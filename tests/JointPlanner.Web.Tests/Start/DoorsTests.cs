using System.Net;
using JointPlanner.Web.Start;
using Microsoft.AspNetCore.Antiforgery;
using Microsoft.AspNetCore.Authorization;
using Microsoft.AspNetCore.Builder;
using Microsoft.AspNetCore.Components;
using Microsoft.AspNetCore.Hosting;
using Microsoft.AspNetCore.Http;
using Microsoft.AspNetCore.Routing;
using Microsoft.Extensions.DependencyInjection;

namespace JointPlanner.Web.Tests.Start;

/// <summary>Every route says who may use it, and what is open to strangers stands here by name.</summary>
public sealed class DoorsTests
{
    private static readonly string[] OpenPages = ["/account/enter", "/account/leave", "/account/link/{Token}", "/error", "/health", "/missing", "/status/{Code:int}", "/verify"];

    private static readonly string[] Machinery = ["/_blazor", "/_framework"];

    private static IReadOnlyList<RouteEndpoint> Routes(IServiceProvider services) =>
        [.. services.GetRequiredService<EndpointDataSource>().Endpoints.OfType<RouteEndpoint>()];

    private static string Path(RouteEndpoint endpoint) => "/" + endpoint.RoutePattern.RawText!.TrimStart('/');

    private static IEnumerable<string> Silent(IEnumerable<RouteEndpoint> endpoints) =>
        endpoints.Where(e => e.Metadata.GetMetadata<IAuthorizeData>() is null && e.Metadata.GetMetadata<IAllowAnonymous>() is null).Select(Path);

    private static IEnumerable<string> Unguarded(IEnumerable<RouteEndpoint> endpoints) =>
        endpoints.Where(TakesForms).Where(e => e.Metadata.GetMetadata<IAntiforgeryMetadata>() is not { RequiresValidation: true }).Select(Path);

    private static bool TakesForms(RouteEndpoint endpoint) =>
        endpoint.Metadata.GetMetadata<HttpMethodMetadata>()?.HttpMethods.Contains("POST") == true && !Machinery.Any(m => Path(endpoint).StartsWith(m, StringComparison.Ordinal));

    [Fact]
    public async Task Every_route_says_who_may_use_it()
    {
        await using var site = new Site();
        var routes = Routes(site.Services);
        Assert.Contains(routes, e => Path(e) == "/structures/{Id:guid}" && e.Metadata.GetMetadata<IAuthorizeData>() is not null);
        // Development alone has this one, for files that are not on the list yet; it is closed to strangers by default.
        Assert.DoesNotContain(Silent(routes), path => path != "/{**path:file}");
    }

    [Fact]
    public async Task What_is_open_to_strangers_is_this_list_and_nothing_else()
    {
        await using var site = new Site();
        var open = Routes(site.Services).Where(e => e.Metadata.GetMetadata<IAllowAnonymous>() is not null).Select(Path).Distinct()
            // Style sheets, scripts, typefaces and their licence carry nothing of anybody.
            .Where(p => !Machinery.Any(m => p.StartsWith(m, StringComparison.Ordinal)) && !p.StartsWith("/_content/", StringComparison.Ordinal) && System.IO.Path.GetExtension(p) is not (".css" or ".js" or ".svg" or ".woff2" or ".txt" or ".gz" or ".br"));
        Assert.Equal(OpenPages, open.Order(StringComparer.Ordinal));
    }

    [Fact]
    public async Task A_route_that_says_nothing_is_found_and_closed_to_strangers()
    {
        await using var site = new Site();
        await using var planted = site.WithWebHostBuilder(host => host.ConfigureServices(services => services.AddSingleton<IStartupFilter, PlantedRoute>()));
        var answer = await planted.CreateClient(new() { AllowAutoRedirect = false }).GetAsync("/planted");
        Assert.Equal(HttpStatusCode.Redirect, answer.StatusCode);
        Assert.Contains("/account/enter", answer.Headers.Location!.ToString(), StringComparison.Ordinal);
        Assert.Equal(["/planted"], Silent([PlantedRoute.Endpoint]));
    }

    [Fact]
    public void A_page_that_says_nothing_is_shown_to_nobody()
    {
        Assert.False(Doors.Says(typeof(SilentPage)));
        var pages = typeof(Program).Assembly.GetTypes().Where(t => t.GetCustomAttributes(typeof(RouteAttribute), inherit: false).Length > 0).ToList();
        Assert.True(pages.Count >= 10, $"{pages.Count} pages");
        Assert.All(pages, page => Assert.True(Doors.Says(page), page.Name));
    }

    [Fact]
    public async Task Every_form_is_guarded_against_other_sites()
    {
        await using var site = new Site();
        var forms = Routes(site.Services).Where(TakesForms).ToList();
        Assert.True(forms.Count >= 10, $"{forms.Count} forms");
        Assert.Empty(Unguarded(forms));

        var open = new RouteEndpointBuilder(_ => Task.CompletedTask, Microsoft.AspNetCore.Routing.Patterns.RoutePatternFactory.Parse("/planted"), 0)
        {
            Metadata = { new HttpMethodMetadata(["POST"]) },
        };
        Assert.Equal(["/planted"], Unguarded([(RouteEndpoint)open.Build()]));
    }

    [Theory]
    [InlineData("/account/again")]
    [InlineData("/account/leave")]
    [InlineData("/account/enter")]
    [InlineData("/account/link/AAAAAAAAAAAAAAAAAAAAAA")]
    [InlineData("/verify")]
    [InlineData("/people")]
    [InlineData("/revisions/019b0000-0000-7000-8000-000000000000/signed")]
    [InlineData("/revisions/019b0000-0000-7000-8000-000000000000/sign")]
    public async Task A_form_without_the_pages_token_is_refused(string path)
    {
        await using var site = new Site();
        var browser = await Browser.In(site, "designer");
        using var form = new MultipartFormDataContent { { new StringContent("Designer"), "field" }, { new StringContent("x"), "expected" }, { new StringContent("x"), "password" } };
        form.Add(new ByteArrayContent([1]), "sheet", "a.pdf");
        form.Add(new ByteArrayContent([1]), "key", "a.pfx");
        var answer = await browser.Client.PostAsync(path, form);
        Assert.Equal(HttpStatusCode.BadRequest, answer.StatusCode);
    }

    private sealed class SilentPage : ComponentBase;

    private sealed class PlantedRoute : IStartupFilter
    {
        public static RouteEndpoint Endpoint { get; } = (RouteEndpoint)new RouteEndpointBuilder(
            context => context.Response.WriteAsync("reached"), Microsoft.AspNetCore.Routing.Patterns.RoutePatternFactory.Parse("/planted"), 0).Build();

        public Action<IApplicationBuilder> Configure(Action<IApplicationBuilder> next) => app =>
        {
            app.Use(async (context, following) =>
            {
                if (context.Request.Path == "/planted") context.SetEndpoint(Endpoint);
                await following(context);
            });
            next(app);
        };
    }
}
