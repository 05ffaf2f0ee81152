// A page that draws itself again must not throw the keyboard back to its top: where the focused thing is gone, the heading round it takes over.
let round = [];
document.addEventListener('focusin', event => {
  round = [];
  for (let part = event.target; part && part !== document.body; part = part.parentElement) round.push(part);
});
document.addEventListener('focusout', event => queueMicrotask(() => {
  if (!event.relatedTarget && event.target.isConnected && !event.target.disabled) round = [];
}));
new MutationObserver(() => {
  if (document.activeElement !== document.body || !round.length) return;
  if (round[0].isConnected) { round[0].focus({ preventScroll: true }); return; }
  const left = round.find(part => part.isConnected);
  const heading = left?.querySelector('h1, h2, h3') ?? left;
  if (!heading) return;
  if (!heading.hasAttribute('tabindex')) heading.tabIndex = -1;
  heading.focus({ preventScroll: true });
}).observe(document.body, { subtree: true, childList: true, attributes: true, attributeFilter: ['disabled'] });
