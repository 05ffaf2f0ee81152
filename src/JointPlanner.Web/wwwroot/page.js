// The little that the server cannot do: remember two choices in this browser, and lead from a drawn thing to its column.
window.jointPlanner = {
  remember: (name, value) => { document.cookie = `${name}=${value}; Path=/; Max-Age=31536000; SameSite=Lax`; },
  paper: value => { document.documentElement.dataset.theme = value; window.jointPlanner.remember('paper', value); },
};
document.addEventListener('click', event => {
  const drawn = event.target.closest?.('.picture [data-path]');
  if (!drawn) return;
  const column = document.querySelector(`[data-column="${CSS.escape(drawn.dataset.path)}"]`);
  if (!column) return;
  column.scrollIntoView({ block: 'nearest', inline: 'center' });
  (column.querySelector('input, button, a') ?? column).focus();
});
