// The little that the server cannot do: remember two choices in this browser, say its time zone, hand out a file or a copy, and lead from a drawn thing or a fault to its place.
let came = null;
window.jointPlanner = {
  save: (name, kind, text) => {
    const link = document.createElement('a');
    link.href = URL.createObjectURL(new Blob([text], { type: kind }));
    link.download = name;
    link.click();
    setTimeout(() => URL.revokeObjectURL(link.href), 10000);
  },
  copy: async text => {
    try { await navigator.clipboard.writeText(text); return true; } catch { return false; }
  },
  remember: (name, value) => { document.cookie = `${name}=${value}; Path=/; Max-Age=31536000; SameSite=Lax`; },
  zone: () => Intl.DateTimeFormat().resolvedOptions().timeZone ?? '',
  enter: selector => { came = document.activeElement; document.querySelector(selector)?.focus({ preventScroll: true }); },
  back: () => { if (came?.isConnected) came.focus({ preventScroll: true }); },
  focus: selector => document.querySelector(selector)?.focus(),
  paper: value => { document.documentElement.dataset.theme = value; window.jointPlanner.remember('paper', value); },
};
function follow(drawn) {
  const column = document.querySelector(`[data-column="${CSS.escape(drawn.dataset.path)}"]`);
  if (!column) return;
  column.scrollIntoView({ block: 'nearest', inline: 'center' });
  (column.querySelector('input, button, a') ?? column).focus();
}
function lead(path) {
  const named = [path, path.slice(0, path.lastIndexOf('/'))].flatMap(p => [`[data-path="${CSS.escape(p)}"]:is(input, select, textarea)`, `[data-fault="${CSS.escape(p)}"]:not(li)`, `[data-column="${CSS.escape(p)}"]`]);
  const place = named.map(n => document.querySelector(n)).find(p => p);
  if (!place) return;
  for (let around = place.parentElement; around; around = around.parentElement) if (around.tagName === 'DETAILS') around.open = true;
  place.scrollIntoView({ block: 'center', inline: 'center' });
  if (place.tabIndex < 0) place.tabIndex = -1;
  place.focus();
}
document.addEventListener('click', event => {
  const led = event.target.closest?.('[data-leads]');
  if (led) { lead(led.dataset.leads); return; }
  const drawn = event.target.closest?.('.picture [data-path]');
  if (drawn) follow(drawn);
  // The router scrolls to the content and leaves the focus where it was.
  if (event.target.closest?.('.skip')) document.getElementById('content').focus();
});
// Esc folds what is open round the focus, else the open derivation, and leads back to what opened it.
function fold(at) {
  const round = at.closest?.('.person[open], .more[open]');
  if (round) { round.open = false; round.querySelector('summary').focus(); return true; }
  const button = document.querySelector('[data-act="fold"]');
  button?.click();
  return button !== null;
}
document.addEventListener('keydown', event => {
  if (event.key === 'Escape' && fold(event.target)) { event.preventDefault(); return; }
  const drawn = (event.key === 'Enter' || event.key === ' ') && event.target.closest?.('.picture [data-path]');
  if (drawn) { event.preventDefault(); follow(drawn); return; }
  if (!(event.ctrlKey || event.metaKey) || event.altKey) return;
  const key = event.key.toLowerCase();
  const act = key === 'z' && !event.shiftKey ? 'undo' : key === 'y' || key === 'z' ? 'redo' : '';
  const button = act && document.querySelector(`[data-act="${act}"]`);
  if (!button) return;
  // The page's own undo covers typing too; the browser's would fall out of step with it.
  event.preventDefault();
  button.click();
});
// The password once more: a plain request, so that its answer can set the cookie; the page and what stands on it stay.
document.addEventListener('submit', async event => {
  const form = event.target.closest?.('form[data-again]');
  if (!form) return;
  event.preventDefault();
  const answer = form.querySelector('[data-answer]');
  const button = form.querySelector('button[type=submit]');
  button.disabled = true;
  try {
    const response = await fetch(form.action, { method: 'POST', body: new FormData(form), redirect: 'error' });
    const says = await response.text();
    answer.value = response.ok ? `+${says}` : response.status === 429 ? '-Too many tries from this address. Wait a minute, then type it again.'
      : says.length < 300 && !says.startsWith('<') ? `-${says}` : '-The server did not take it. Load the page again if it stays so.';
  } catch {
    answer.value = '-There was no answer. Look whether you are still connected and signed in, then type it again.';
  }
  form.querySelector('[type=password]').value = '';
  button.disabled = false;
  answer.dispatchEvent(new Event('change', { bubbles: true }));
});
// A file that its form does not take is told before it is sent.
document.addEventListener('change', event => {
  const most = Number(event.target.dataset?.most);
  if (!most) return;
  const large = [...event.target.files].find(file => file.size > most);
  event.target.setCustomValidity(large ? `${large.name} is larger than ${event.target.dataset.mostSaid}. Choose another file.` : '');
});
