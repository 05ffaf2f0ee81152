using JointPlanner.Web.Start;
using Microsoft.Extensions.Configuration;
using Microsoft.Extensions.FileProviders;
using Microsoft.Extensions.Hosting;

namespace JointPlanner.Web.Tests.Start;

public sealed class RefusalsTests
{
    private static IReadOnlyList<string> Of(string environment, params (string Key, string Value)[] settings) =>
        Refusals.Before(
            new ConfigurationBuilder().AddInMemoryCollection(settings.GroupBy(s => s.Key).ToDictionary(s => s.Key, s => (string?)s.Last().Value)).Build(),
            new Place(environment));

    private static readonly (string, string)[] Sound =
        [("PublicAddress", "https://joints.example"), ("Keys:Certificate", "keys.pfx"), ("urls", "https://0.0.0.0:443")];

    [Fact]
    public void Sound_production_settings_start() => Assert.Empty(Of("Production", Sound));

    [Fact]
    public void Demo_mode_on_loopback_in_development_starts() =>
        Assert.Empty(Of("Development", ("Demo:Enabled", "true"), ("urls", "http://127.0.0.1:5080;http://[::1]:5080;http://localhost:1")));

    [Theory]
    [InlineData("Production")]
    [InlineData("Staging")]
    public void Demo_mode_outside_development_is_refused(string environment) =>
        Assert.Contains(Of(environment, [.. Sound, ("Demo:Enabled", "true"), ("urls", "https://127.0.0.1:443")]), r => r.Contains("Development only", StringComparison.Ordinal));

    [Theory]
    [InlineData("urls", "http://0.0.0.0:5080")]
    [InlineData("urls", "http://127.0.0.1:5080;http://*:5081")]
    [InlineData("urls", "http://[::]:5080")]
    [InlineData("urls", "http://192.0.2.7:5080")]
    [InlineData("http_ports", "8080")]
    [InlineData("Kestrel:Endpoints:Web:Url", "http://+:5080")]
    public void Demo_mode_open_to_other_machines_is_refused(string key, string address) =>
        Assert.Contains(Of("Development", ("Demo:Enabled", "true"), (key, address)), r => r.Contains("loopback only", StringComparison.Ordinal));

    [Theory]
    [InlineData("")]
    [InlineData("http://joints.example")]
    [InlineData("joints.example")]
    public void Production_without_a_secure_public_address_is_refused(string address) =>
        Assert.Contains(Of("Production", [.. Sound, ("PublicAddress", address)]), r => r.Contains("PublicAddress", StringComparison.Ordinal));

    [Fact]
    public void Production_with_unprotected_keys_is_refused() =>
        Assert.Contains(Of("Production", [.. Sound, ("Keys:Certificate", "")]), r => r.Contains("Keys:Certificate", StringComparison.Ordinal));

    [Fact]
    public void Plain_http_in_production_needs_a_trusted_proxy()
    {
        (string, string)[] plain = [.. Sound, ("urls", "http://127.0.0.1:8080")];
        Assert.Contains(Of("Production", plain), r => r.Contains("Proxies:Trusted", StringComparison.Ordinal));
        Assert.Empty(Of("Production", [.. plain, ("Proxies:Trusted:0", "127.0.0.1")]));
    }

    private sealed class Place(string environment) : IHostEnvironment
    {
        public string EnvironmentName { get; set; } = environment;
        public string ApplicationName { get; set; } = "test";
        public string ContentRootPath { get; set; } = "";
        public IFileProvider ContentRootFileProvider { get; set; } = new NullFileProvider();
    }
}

> [Work required]
From the data above, return every line from the line that has "button.disabled = true;" up to and including the line that has "answer.value = response.ok", exactly.

> [Your solution]
  button.disabled = true;
  try {
    const response = await fetch(form.action, { method: 'POST', body: new FormData(form), redirect: 'error' });
    const says = await response.text();
    answer.value = response.ok ? `+${says}` : response.status === 429 ? '-Too many tries from this address. Wait a minute, then type it again.'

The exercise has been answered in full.